### TASK
Scan the lines below for "strip" and copy the matches.

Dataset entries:
[Start of Attachment]
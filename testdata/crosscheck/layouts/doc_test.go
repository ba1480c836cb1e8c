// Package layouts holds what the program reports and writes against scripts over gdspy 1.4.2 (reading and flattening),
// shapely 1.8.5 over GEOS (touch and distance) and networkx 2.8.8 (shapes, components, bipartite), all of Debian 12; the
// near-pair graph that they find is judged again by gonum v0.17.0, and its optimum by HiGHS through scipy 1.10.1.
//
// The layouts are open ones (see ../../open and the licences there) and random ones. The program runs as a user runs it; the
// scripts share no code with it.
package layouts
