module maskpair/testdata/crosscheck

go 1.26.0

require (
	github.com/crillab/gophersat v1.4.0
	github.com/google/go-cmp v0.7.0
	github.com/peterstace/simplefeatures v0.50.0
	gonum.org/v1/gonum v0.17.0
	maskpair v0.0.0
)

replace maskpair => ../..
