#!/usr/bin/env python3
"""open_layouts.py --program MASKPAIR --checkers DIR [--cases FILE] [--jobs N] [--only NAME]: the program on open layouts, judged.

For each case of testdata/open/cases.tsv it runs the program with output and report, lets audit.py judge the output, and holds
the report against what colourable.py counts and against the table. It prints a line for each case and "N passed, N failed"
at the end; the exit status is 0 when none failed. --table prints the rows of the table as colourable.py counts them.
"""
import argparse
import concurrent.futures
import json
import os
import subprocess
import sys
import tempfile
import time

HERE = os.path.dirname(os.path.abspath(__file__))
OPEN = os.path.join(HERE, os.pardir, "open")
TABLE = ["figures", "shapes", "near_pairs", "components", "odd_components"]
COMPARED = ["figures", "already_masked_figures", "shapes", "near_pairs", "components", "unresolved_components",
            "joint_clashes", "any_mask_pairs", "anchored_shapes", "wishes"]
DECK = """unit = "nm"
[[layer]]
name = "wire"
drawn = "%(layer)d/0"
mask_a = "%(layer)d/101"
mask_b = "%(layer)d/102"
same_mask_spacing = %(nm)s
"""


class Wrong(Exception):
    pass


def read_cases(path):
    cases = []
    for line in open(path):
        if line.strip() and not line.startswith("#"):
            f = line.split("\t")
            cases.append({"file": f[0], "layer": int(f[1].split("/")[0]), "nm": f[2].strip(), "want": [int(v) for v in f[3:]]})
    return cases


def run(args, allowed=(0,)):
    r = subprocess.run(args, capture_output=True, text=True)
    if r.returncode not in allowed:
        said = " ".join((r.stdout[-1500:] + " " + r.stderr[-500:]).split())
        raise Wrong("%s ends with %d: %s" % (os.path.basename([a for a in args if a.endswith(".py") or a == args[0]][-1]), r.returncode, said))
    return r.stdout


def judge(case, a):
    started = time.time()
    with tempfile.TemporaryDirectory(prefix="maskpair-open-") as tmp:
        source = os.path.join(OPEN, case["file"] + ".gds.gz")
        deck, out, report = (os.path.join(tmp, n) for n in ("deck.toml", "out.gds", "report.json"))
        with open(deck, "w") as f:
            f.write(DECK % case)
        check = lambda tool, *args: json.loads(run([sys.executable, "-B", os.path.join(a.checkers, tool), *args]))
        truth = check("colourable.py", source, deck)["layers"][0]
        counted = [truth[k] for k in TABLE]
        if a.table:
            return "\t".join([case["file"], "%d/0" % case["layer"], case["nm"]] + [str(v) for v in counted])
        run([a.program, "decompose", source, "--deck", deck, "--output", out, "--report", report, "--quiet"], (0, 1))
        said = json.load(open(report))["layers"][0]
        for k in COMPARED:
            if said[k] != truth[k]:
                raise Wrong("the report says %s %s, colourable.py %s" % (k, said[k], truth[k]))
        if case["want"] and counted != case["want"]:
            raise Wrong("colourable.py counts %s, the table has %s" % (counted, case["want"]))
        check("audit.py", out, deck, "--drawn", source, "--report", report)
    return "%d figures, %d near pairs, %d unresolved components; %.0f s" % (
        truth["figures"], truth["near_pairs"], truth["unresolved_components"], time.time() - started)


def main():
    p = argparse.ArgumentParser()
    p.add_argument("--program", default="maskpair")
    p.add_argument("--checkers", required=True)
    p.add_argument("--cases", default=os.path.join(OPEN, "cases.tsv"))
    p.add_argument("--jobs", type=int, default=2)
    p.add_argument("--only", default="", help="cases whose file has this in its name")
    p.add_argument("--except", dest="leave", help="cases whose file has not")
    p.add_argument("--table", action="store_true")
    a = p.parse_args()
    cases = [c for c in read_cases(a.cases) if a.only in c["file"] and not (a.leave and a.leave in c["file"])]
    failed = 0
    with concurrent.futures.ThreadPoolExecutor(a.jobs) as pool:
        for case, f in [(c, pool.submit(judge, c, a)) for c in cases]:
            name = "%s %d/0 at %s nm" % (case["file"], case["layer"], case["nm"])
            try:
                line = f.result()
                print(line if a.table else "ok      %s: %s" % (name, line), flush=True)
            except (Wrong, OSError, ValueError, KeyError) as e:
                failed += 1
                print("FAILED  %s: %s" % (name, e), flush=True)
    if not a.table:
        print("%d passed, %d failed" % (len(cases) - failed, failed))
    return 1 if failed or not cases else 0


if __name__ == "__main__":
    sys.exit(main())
[End of Attachment]
### TASK ANSWER
        if line.strip() and not line.startswith("#"):
            cases.append({"file": f[0], "layer": int(f[1].split("/")[0]), "nm": f[2].strip(), "want": [int(v) for v in f[3:]]})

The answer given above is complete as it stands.